@grepory github.com/grpory/monitorama2016 CTO @ http://opsee.com
In the beginning was the monitoring big 5:
- CPU:
uptime | mailx -s "cpu" [email protected]
- Memory:
free | mailx -s "mem" [email protected]
- disk:
(df -h; du -hs /home/*) | mailx -s "mem" [email protected]
- process aliveness:
(ps -ef | grep important) | mailx -s proc root
- ping: (blah)
- This was monitoring
- Thresholds for the threshold god:
- OK is < SOMETHING
- Orange is SOMETHING < it < something_else
- Critical it < something_else (used salmon, not red because sysadmin PTSD)
- What asserts that something is good? Intuition and guesswork.
- Fancier email, fancier math, etc.
- Still an assertion.
- Wars: push vs pull, blackbox vs whitebox, etc.
- Change the conversation "A line in the sand"
- What is monitoring? tangent to Observability.
- A system is observable IFF you can determine the behavior of the system based
on its outputs.
- A "System" is a set of connected components.
- The manner in which a system acts is its behavior
- The outputs of a system are the concrete results of its behaviors
- What is monitoring?
- Component ....
- One or more sensors observe the state of a component
- an agent interprets data emitted by a sensor
Monitoring is the action observing and checking the behavior and outputs of a system and its components over time.
- Things change
- The problem is making assertions about data in isolation
- How do you detect a fault in a distributed systems
- The 'FLP result' [1] 1985 The general case about fault detection. In an async network, a fault is impossible to detect.

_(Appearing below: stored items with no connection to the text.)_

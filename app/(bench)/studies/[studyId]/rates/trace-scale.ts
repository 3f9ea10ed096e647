import { timeToSeconds } from "kinetics-core/quantities";
import type { AxisView } from "@/app/_figures/figure-view";
import { rateScale } from "@/app/_worksheet/assemble";
import { concentrationDisplay, rateDisplay } from "@/app/_worksheet/display-units";
import { lawName } from "@/app/_worksheet/law-name";
import { followedSpecies } from "@/app/_worksheet/present-runs";
import type { Sheet } from "@/db/sheet/sheet.schema";

/**
 * How one study's traces are shown: as they were measured, on the trace's own clock. All plain numbers, so that the
 * browser can draw a preview with the same functions as the server.
 */
export interface TraceScale {
  readonly timeUnit: string;
  readonly secondsPerTime: number;
  readonly signal: AxisView;
  /** Shown signal per stored signal. */
  readonly signalFactor: number;
  /** Shown rate of reaction per stored slope (signal per second), signed; null while the set-up is incomplete. */
  readonly rateFactor: number | null;
  readonly rateUnit: string;
  /** Relative standard uncertainty that all rates share. */
  readonly sharedRelative: number;
}

export function traceScale(sheet: Sheet): TraceScale {
  const scale = rateScale(sheet);
  const rate = rateDisplay(sheet);
  const followed = followedSpecies(sheet);
  const { signal } = sheet;
  const concentration = concentrationDisplay(followed?.unit ?? "mol/L");
  return {
    timeUnit: sheet.study.timeUnit,
    secondsPerTime: timeToSeconds(1, sheet.study.timeUnit),
    signal:
      signal === null || signal.kind === "calibrated"
        ? { quantity: signal?.quantity ?? "signal", unit: signal?.unit ?? "" }
        : {
            quantity: followed === null ? "concentration" : `[${lawName(followed)}]`,
            unit: concentration.unit,
          },
    signalFactor: signal?.kind === "concentration" ? concentration.factor : 1,
    rateFactor: scale.status === "known" ? rate.factor / scale.signalPerExtent : null,
    rateUnit: rate.unit,
    sharedRelative: scale.status === "known" ? scale.sharedRelative : 0,
  };
}
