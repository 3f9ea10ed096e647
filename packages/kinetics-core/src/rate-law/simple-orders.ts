import type { Estimate } from "kinetics-core/quantities";
import type { SimpleOrderReading } from "./rate-law";

/** Orders that a mechanism of few steps gives. */
export const SIMPLE_ORDERS: readonly number[] = [-1, -0.5, 0, 0.5, 1, 1.5, 2, 3];

/** An interval wider than this to either side settles nothing. */
const LARGEST_HALF_WIDTH = 0.25;
/** What rounding leaves of an exact table. */
const EXACT_TOLERANCE = 1e-9;

/** The simple order closest to a value; of two equally close the whole one. */
export function nearestSimpleOrder(value: number): number {
  let best = 0;
  for (const order of SIMPLE_ORDERS) {
    const gain = Math.abs(value - best) - Math.abs(value - order);
    if (gain > 1e-9 || (gain > -1e-9 && Number.isInteger(order) && !Number.isInteger(best))) best = order;
  }
  return best;
}

/**
 * What may be said of the nearest simple order: `is` only where the interval contains it, excludes every other simple
 * order and reaches no further than 0.25; `consistent` where it merely contains it; `nearest` where it excludes it or
 * where there is no interval; `undetermined` without an estimate. `exact`: the runs obey the law to rounding, so the
 * comparison tolerates 1e-9.
 */
export function readSimpleOrder(order: Estimate, exact: boolean): SimpleOrderReading {
  if (order.estimate === null) return "undetermined";
  if (order.interval === null) return "nearest";
  const [low, high] = order.interval;
  const tolerance = exact ? EXACT_TOLERANCE : 0;
  const contains = (value: number) => value >= low - tolerance && value <= high + tolerance;
  const nearest = nearestSimpleOrder(order.estimate);
  if (!contains(nearest)) return "nearest";
  const alone = SIMPLE_ORDERS.every((other) => other === nearest || !contains(other));
  return alone && (high - low) / 2 <= LARGEST_HALF_WIDTH ? "is" : "consistent";
}
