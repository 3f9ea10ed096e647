import type { Estimate } from "kinetics-core/quantities";
import { type RandomDraws, randomDraws } from "kinetics-core/random";
import { fitRateLaw, type RateLawInput } from "kinetics-core/rate-law";
import { describe, expect, it } from "vitest";
import {
  forRateLaw,
  type MeasuredVolume,
  type MixedSolution,
  type MixingInput,
  mixRuns,
  type Stock,
  type Total,
} from "./index";

/**
 * From the bench to ln k with known truth: stocks known to 3 %, B by a dilution chain of 2 % a step, a pipette with a
 * calibration error of 1 %, deliveries that repeat to 0.5 %. What was really in the vessel differs from what the sheet
 * says by draws of exactly these errors. Limits as for the other coverage tests: with the shared errors never below the
 * 0.5 % point of a binomial with 92.5 %; without them far below, or the test would show nothing.
 */
const REPLICATES = 150;
/** Computed with SciPy 1.17: binom.ppf(0.005, 150, 0.925). */
const FEWEST = 130;

const ORDERS = { A: 1, B: 1 };
const RATE_CONSTANT = 0.3;
const SCATTER = 0.01;

function diluted(name: string, from: string): MixedSolution {
  return {
    kind: "mixture",
    name,
    portions: [{ solution: from, volume: 10, standardUncertainty: 0.14 }],
    total: { kind: "mark", volume: 20, standardUncertainty: 0.28 },
  };
}

const recipes = [
  { a: 1, b: "B" },
  { a: 2, b: "B" },
  { a: 4, b: "B" },
  { a: 2, b: "B/2" },
  { a: 4, b: "B/2" },
  { a: 2, b: "B/4" },
  { a: 2, b: "B/8" },
  { a: 1, b: "B/8" },
] as const;

const sheet: MixingInput = {
  devices: [{ name: "pipette", relative: 0.01 }],
  solutions: [
    stockOf("A", 0.2, 0.03),
    stockOf("B", 0.8, 0.03),
    diluted("B/2", "B"),
    diluted("B/4", "B/2"),
    diluted("B/8", "B/4"),
  ],
  runs: recipes.map(({ a, b }, j) => ({
    label: `R0${j + 1}`,
    portions: [
      { solution: "A", volume: a, standardUncertainty: 0.005 * a, device: "pipette" },
      { solution: b, volume: 2, standardUncertainty: 0.01 },
    ],
    total: { kind: "mark", volume: 10 },
  })),
};

function stockOf(name: string, molar: number, relative: number): Stock {
  return {
    kind: "stock",
    name,
    solutes: [
      {
        name,
        concentration: { value: molar, standardUncertainty: relative * molar },
        species: { [name]: 1 },
      },
    ],
  };
}

/** The sheet as it really was: every stated error drawn once. */
function truthOf({ solutions, runs, devices = [] }: MixingInput, draws: RandomDraws): MixingInput {
  const calibration = new Map(devices.map(({ name, relative }) => [name, relative * draws.normal()]));
  const delivered = <T extends MeasuredVolume>(one: T): T => ({
    ...one,
    volume:
      one.volume * (1 + (calibration.get(one.device ?? "") ?? 0)) +
      (one.standardUncertainty ?? 0) * draws.normal(),
  });
  const madeUp = (total: Total | null): Total | null => (total?.kind === "mark" ? delivered(total) : total);
  return {
    devices,
    solutions: solutions.map((one) =>
      one.kind === "mixture"
        ? { ...one, portions: one.portions.map(delivered), total: madeUp(one.total) }
        : {
            ...one,
            solutes: one.solutes.map((solute) => {
              const { value, standardUncertainty } = solute.concentration;
              return {
                ...solute,
                concentration: { value: value + standardUncertainty * draws.normal(), standardUncertainty },
              };
            }),
          },
    ),
    runs: runs.map((run) => ({ ...run, portions: run.portions.map(delivered), total: madeUp(run.total) })),
  };
}

interface Covered {
  lnK: number;
  orderOfB: number;
}

/** The same runs with their shared errors and without them. */
function coverage(seed: number): { readonly counted: Covered; readonly ignored: Covered } {
  const draws = randomDraws(seed);
  const { runs, shared } = forRateLaw(mixRuns(sheet), ["A", "B"]);
  const counted: Covered = { lnK: 0, orderOfB: 0 };
  const ignored: Covered = { lnK: 0, orderOfB: 0 };
  for (let replicate = 0; replicate < REPLICATES; replicate++) {
    const vessel = forRateLaw(mixRuns(truthOf(sheet, draws)), ["A", "B"]).runs;
    const input: RateLawInput = {
      species: ["A", "B"],
      runs: runs.map((run, j) => {
        const { A = 0, B = 0 } = vessel[j]?.concentrations ?? {};
        const rate = RATE_CONSTANT * A ** ORDERS.A * B ** ORDERS.B * Math.exp(SCATTER * draws.normal());
        return { ...run, rate };
      }),
    };
    count(counted, { ...input, shared });
    count(ignored, input);
  }
  return { counted, ignored };
}

function count(covered: Covered, input: RateLawInput): void {
  const law = fitRateLaw(input);
  if (law.status !== "fitted") throw new Error(law.message);
  if (holds(law.logRateConstant, Math.log(RATE_CONSTANT))) covered.lnK += 1;
  if (holds(law.orders.B, ORDERS.B)) covered.orderOfB += 1;
}

function holds(estimate: Estimate | undefined, truth: number): boolean {
  const interval = estimate?.interval ?? null;
  return interval !== null && interval[0] <= truth && truth <= interval[1];
}

describe("stocks, a dilution chain and a pipette, from the sheet to ln k", () => {
  it("are the shared errors of the law, each by its name", () => {
    const { shared } = forRateLaw(mixRuns(sheet), ["A", "B"]);
    expect(shared.map((one) => [one.source, one.runs?.length ?? "all"])).toEqual([
      ["Stock A", "all"],
      ["Stock B", "all"],
      ["Dilution B/2", 5],
      ["Dilution B/4", 3],
      ["Dilution B/8", 2],
      ["Calibration of pipette", "all"],
    ]);
    // Aliquot 1.4 % and flask 1.4 %.
    expect(shared[3]?.relative).toBeCloseTo(0.0198, 4);
  });

  it("keep the intervals of ln k and of the order in B at their level; ignored, they lose it", () => {
    const { counted, ignored } = coverage(31_001);
    expect(counted.lnK).toBeGreaterThanOrEqual(FEWEST);
    expect(counted.orderOfB).toBeGreaterThanOrEqual(FEWEST);
    expect(ignored.lnK).toBeLessThan(0.85 * REPLICATES);
    expect(ignored.orderOfB).toBeLessThan(0.75 * REPLICATES);
  });
});
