import { type MixedRow, mixRuns } from "kinetics-core/mixing";
import { printNumber, printUncertain } from "kinetics-core/quantities";
import { concentrationDisplay } from "@/app/_worksheet/display-units";
import { mixingInput, mixingName, type Preparation, stockName } from "@/app/_worksheet/mixing/mixing-input";
import { isMixed, stockedSpecies } from "@/db/sheet/mixed-run";
import type { SheetRun, SheetSpecies, SheetStock } from "@/db/sheet/sheet.schema";
import { MARK, VOLUME, VOLUME_UNITS, volumeText } from "./mixing-row";

/** What a row of volumes comes to, as texts of the computed columns, on the server and while typing alike. */
export type Mixture =
  /** No volume yet. */
  | { readonly status: "empty" }
  | {
      readonly status: "mixed";
      readonly total: string;
      /** By species id: "50.0 ± 0.4" in the species' unit. */
      readonly concentrations: Readonly<Record<string, string>>;
      /** In mol L⁻¹; "" where the charges of its species are not known. */
      readonly ionicStrength: string;
    }
  | { readonly status: "refused"; readonly total: string; readonly refusal: Refusal };

/** Why a row is not mixed, by how much, and what would repair it. */
export interface Refusal {
  readonly title: string;
  readonly detail: string;
  /** Columns whose text is wrong. */
  readonly columns: readonly string[];
  readonly repairs: readonly { readonly label: string; readonly columnId: string; readonly text: string }[];
}

type Volumes = Pick<SheetRun, "label" | "volumes" | "markMicrolitre">;

export const TOTAL = "total";
export const CONCENTRATION = "c:";
export const STRENGTH = "strength";

/** Species of the law that stocks hold: their concentrations follow from the volumes. */
export function mixedSpecies({ species, stocks }: Preparation): readonly SheetSpecies[] {
  const stocked = stockedSpecies(stocks);
  return species.filter(({ id, inLaw }) => inLaw && stocked.has(id)).sort((a, b) => a.position - b.position);
}

/** In the order of the runs. */
export function mixturesOf(preparation: Preparation, runs: readonly Volumes[]): readonly Mixture[] {
  const mixed = mixRuns(
    mixingInput(
      preparation,
      // Labels name the rows of the call; two runs that share one while it is typed must not refuse each other.
      runs.map((run, index) => ({ ...run, label: String(index) })),
    ),
  ).runs;
  return runs.map((run, index): Mixture => {
    const row = mixed[index];
    if (!isMixed(run) || row === undefined) return { status: "empty" };
    if (row.status === "mixed") return mixtureOf(preparation, run, row);
    const total = volumeText(sumOf(run), preparation.mixing.volumeUnit);
    const overfull = row.code === "above-the-mark" ? overfullRow(preparation, run) : null;
    return {
      status: "refused",
      total,
      refusal: overfull ?? {
        title: `${run.label} is not mixed`,
        detail: row.message.replace(`Run ${index}`, `Run ${run.label}`),
        columns: [],
        repairs: [],
      },
    };
  });
}

function mixtureOf(preparation: Preparation, run: Volumes, row: MixedRow): Mixture {
  const { volumeUnit } = preparation.mixing;
  const sum = volumeText(sumOf(run), volumeUnit);
  const total = volumeText(row.totalVolume ?? sumOf(run), volumeUnit);
  return {
    status: "mixed",
    total: sum === total ? total : `${sum} to ${total}`,
    concentrations: Object.fromEntries(
      mixedSpecies(preparation).map((species) => {
        const name = mixingName(species);
        const { factor } = concentrationDisplay(species.unit);
        const value = (row.concentrations[name] ?? 0) * factor;
        const uncertainty = (row.standardUncertainties[name] ?? 0) * factor;
        return [species.id, plainPair(value, uncertainty)];
      }),
    ),
    ionicStrength: strengthText(row.ionicStrength?.value ?? null),
  };
}

function strengthText(molar: number | null): string {
  if (molar === null) return "";
  return molar === 0 ? "0" : printNumber(molar, 3);
}

function plainPair(value: number, uncertainty: number): string {
  const printed = printUncertain(value, uncertainty, { digits: 1, power: 0 });
  return printed.uncertainty === null ? printed.value : `${printed.value} ± ${printed.uncertainty}`;
}

function sumOf({ volumes }: Pick<SheetRun, "volumes">): number {
  return Object.values(volumes).reduce((sum, volume) => sum + volume, 0);
}

/** Equal to this part counts as the same volume, as read from a pipette. */
const SAME_VOLUME = 0.005;

function overfullRow({ stocks, mixing }: Preparation, run: Volumes): Refusal {
  const unit = mixing.volumeUnit;
  const written = (microlitre: number) => volumeText(microlitre, unit);
  const sum = sumOf(run);
  const mark = run.markMicrolitre ?? mixing.markMicrolitre ?? sum;
  const excess = sum - mark;
  const taken = stocks.map((stock) => ({ stock, volume: run.volumes[stock.id] ?? 0 }));
  const medium = taken
    .filter(({ stock, volume }) => isMedium(stock) && volume >= excess)
    .sort((a, b) => b.volume - a.volume)[0];
  const forgotten = taken.find(
    ({ stock, volume }) => stock !== medium?.stock && Math.abs(volume - excess) <= SAME_VOLUME * excess,
  );
  return {
    title: `${run.label} adds to ${written(sum)} ${VOLUME_UNITS[unit]}, ${written(excess)} over the mark of ${written(mark)}`,
    detail:
      forgotten === undefined || medium === undefined
        ? ""
        : `That is the volume of ${forgotten.stock.symbol === "" ? forgotten.stock.name : `stock ${forgotten.stock.symbol}`}: ${stockName(medium.stock)} may have been worked out without it.`,
    columns: [TOTAL, ...(medium === undefined ? [] : [VOLUME + medium.stock.id])],
    repairs: [
      ...(medium === undefined
        ? []
        : [
            {
              label: `Set ${stockName(medium.stock)} to ${written(medium.volume - excess)}`,
              columnId: VOLUME + medium.stock.id,
              text: written(medium.volume - excess),
            },
          ]),
      { label: `Make the mark ${written(sum)}`, columnId: MARK, text: written(sum) },
    ],
  };
}

/** Water, a buffer without what counts: what mixtures are filled up with. */
export function isMedium({ contents, dilution }: Pick<SheetStock, "contents" | "dilution">): boolean {
  return dilution === null && Object.keys(contents).length === 0;
}
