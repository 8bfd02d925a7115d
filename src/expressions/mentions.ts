import type { Expression, Variable } from './expression.js';

/** Whether a formula refers to a variable of this kind anywhere. */
export function mentions(expression: Expression, kind: Variable['kind']): boolean {
  switch (expression.kind) {
    case 'number':
      return false;
    case 'variable':
      return expression.variable.kind === kind;
    case 'negate':
    case 'unary':
      return mentions(expression.operand, kind);
    case 'binary':
      return mentions(expression.left, kind) || mentions(expression.right, kind);
  }
}
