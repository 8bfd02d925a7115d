/**
 * Correlations of mass and heat transfer between a bed's fluid and its pellets. Each gives a Sherwood number; with the Prandtl number in place
 * of the Schmidt number it gives the Nusselt number (analogy of Chilton & Colburn).
 */
import type { FilmCorrelationName } from '../pellet-specification.js';

/** A bed as a correlation sees it. */
export interface FilmGeometry {
  readonly voidFraction: number;
  /** Surface of the sphere of equal volume over the pellet's own surface; 1 for a sphere. */
  readonly sphericity: number;
}

export type FilmDiameter = 'sauter' | 'volume' | 'surface';

export interface FilmCorrelation {
  readonly name: string;
  readonly source: string;
  /**
   * Which diameter stands in its numbers: 6 V/S, that of the sphere of equal volume, or of equal surface. All were measured with spheres for
   * the most part; what else they hold for is common practice.
   */
  readonly diameter: FilmDiameter;
  /** Of ρ u d/μ with the superficial velocity u. */
  readonly reynoldsRange: readonly [number, number];
  /** Where the source states its range in another number; `reynoldsRange` is then that of spheres at void fraction 0.4. */
  readonly ownReynolds?: {
    readonly range: readonly [number, number];
    readonly of: (reynolds: number, geometry: FilmGeometry) => number;
  };
  readonly voidRange: readonly [number, number];
  readonly scatter: string;
  /** @param reynolds - ρ u d/μ, superficial @param schmidt - or Prandtl number */
  readonly sherwood: (reynolds: number, schmidt: number, geometry: FilmGeometry) => number;
}

const always = [0, 1] as const;

/** Sh = j_D Re Sc^⅓ */
const fromFactor =
  (factor: (reynolds: number) => number) =>
  (reynolds: number, schmidt: number, { voidFraction }: FilmGeometry): number =>
    (factor(reynolds) / voidFraction) * reynolds * Math.cbrt(schmidt);

export const filmCorrelations: Readonly<Record<FilmCorrelationName, FilmCorrelation>> = {
  wakao_funazkri: {
    // The same formula twice; for heat the range is 15 to 8500.
    name: 'Wakao–Funazkri',
    source:
      'Wakao & Funazkri (1978), Chem. Eng. Sci. 33, 1375; for heat Wakao, Kaguei & Funazkri (1979), Chem. Eng. Sci. 34, 325',
    diameter: 'volume',
    reynoldsRange: [3, 1e4],
    voidRange: always,
    scatter: '25 %',
    sherwood: (reynolds, schmidt) => 2 + 1.1 * Math.cbrt(schmidt) * reynolds ** 0.6,
  },
  thoenes_kramers: {
    name: 'Thoenes–Kramers',
    source: 'Thoenes & Kramers (1958), Chem. Eng. Sci. 8, 271',
    diameter: 'volume',
    reynoldsRange: [24, 2400],
    ownReynolds: {
      range: [40, 4000],
      of: (reynolds, { voidFraction, sphericity }) => (reynolds * sphericity) / (1 - voidFraction),
    },
    voidRange: [0.25, 0.5],
    scatter: '10 %',
    sherwood(reynolds, schmidt, { voidFraction, sphericity }) {
      const crowding = (1 - voidFraction) / sphericity;
      return (Math.sqrt(reynolds / crowding) * Math.cbrt(schmidt) * crowding) / voidFraction;
    },
  },
  petrovic_thodos: {
    name: 'Petrovic–Thodos',
    source: 'Petrovic & Thodos (1968), Ind. Eng. Chem. Fundam. 7, 274',
    diameter: 'volume',
    reynoldsRange: [3, 2000],
    voidRange: always,
    scatter: '20 %',
    sherwood: fromFactor((reynolds) => 0.357 / reynolds ** 0.359),
  },
  dwivedi_upadhyay: {
    name: 'Dwivedi–Upadhyay',
    source: 'Dwivedi & Upadhyay (1977), Ind. Eng. Chem. Process Des. Dev. 16, 157',
    diameter: 'volume',
    reynoldsRange: [0.01, 15_000],
    voidRange: always,
    scatter: '18 %',
    sherwood: fromFactor((reynolds) => 0.765 / reynolds ** 0.82 + 0.365 / reynolds ** 0.386),
  },
  gnielinski: {
    name: 'Gnielinski',
    source: 'Gnielinski (1978), Verfahrenstechnik 12, 363; form factor 1 + 1.5 (1-ε) of spheres',
    diameter: 'surface',
    // Its lower bound is also stated as Re Pr/ε above 500.
    reynoldsRange: [40, 8000],
    ownReynolds: { range: [100, 20_000], of: (reynolds, { voidFraction }) => reynolds / voidFraction },
    voidRange: [0.26, 1],
    scatter: '20 %',
    sherwood(reynolds, schmidt, { voidFraction }) {
      const inner = reynolds / voidFraction;
      const laminar = 0.664 * Math.cbrt(schmidt) * Math.sqrt(inner);
      const turbulent =
        (0.037 * inner ** 0.8 * schmidt) / (1 + 2.443 * inner ** -0.1 * (Math.cbrt(schmidt) ** 2 - 1));
      return (1 + 1.5 * (1 - voidFraction)) * (2 + Math.sqrt(laminar * laminar + turbulent * turbulent));
    },
  },
};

- Byzantine Generals Problem [2]
- Big problem for us: respond to slowly or fail to respond [3][4]
- Failing to respond is a special case of responding too slowly. ###
- What is required to determine if something is responding to slowly? Service Level Objectives.
- Better health checks.
- Monitoring is part of building the effing software.
- what if we had TDD for monitoring. A grammar for healthchecking things at the root of your project.
- Understand how your systems behave
- Challenge to monitoring vendors:
- build better tools: For example: Event Correlation is not a first class citizen in any tool system.